▶ Given information
--- START ---

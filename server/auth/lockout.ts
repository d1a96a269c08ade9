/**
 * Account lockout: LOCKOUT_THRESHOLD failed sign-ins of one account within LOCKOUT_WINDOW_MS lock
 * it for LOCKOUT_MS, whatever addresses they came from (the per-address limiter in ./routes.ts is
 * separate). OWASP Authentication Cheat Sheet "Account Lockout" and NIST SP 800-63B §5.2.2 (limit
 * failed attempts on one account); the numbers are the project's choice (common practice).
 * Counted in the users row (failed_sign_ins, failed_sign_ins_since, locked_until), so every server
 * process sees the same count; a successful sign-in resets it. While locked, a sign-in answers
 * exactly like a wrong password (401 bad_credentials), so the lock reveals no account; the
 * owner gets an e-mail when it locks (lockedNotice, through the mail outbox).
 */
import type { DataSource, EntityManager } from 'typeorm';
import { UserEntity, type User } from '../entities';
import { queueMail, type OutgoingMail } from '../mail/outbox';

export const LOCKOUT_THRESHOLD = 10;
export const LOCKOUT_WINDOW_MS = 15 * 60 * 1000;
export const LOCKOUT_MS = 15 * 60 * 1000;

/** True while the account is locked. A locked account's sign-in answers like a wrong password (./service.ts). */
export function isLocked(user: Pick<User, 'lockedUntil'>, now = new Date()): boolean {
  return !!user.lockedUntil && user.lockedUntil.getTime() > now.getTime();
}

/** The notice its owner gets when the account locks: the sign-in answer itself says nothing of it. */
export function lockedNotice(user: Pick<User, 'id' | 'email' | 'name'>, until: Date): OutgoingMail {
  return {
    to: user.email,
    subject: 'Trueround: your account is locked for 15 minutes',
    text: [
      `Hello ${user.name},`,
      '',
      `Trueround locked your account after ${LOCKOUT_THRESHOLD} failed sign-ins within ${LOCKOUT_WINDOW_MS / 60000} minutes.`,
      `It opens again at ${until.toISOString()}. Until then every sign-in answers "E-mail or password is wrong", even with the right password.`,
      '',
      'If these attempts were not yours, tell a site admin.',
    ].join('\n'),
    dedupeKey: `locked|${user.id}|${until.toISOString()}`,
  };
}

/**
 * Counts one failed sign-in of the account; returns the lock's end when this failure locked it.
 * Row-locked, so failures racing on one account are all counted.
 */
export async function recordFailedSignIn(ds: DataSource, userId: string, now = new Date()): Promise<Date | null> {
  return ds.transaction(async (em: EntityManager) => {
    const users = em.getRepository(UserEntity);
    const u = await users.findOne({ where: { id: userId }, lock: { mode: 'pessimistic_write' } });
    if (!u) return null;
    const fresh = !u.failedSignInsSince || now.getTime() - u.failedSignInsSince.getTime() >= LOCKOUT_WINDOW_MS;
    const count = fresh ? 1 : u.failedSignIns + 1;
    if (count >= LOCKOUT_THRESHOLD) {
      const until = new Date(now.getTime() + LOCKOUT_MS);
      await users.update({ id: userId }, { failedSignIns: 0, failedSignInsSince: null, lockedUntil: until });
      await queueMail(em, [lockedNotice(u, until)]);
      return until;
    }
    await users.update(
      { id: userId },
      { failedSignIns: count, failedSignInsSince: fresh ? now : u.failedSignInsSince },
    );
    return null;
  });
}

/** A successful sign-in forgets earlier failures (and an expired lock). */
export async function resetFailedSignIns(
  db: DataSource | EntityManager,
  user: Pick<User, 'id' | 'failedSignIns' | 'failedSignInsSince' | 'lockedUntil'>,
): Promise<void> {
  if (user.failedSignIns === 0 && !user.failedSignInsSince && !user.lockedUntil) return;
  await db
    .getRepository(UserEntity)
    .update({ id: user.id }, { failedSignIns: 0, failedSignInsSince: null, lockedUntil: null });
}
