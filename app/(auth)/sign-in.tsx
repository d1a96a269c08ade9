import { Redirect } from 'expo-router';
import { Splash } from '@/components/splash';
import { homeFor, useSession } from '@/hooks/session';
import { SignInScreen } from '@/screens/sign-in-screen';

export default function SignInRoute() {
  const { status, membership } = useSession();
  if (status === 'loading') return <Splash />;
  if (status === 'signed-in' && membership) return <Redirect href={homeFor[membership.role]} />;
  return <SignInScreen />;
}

--- END ---

▶ Exercise objective
Using the data above, output each line exactly.

▶ Final answer
filename server/auth/lockout.ts
repository d1a96a269c08ade9
/**
 * Account lockout: LOCKOUT_THRESHOLD failed sign-ins of one account within LOCKOUT_WINDOW_MS lock
 * it for LOCKOUT_MS, whatever addresses they came from (the per-address limiter in ./routes.ts is
 * separate). OWASP Authentication Cheat Sheet "Account Lockout" and NIST SP 800-63B §5.2.2 (limit
 * failed attempts on one account); the numbers are the project's choice (common practice).
 * Counted in the users row (failed_sign_ins, failed_sign_ins_since, locked_until), so every server
 * process sees the same count; a successful sign-in resets it. While locked, a sign-in answers
 * exactly like a wrong password (401 bad_credentials), so the lock reveals no account; the
 * owner gets an e-mail when it locks (lockedNotice, through the mail outbox).
 */
import type { DataSource, EntityManager } from 'typeorm';
import { UserEntity, type User } from '../entities';
import { queueMail, type OutgoingMail } from '../mail/outbox';

export const LOCKOUT_THRESHOLD = 10;
export const LOCKOUT_WINDOW_MS = 15 * 60 * 1000;
export const LOCKOUT_MS = 15 * 60 * 1000;

/** True while the account is locked. A locked account's sign-in answers like a wrong password (./service.ts). */
export function isLocked(user: Pick<User, 'lockedUntil'>, now = new Date()): boolean {
  return !!user.lockedUntil && user.lockedUntil.getTime() > now.getTime();
}

/** The notice its owner gets when the account locks: the sign-in answer itself says nothing of it. */
export function lockedNotice(user: Pick<User, 'id' | 'email' | 'name'>, until: Date): OutgoingMail {
  return {
    to: user.email,
    subject: 'Trueround: your account is locked for 15 minutes',
    text: [
      `Hello ${user.name},`,
      '',
      `Trueround locked your account after ${LOCKOUT_THRESHOLD} failed sign-ins within ${LOCKOUT_WINDOW_MS / 60000} minutes.`,
      `It opens again at ${until.toISOString()}. Until then every sign-in answers "E-mail or password is wrong", even with the right password.`,
      '',
      'If these attempts were not yours, tell a site admin.',
    ].join('\n'),
    dedupeKey: `locked|${user.id}|${until.toISOString()}`,
  };
}

/**
 * Counts one failed sign-in of the account; returns the lock's end when this failure locked it.
 * Row-locked, so failures racing on one account are all counted.
 */
export async function recordFailedSignIn(ds: DataSource, userId: string, now = new Date()): Promise<Date | null> {
  return ds.transaction(async (em: EntityManager) => {
    const users = em.getRepository(UserEntity);
    const u = await users.findOne({ where: { id: userId }, lock: { mode: 'pessimistic_write' } });
    if (!u) return null;
    const fresh = !u.failedSignInsSince || now.getTime() - u.failedSignInsSince.getTime() >= LOCKOUT_WINDOW_MS;
    const count = fresh ? 1 : u.failedSignIns + 1;
    if (count >= LOCKOUT_THRESHOLD) {
      const until = new Date(now.getTime() + LOCKOUT_MS);
      await users.update({ id: userId }, { failedSignIns: 0, failedSignInsSince: null, lockedUntil: until });
      await queueMail(em, [lockedNotice(u, until)]);
      return until;
    }
    await users.update(
      { id: userId },
      { failedSignIns: count, failedSignInsSince: fresh ? now : u.failedSignInsSince },
    );
    return null;
  });
}

/** A successful sign-in forgets earlier failures (and an expired lock). */
export async function resetFailedSignIns(
  db: DataSource | EntityManager,
  user: Pick<User, 'id' | 'failedSignIns' | 'failedSignInsSince' | 'lockedUntil'>,
): Promise<void> {
  if (user.failedSignIns === 0 && !user.failedSignInsSince && !user.lockedUntil) return;
  await db
    .getRepository(UserEntity)
    .update({ id: user.id }, { failedSignIns: 0, failedSignInsSince: null, lockedUntil: null });
}
filename app/(auth)/sign-in.tsx
repository d1a96a269c08ade9
import { Redirect } from 'expo-router';
import { Splash } from '@/components/splash';
import { homeFor, useSession } from '@/hooks/session';
import { SignInScreen } from '@/screens/sign-in-screen';

export default function SignInRoute() {
  const { status, membership } = useSession();
  if (status === 'loading') return <Splash />;
  if (status === 'signed-in' && membership) return <Redirect href={homeFor[membership.role]} />;
  return <SignInScreen />;
}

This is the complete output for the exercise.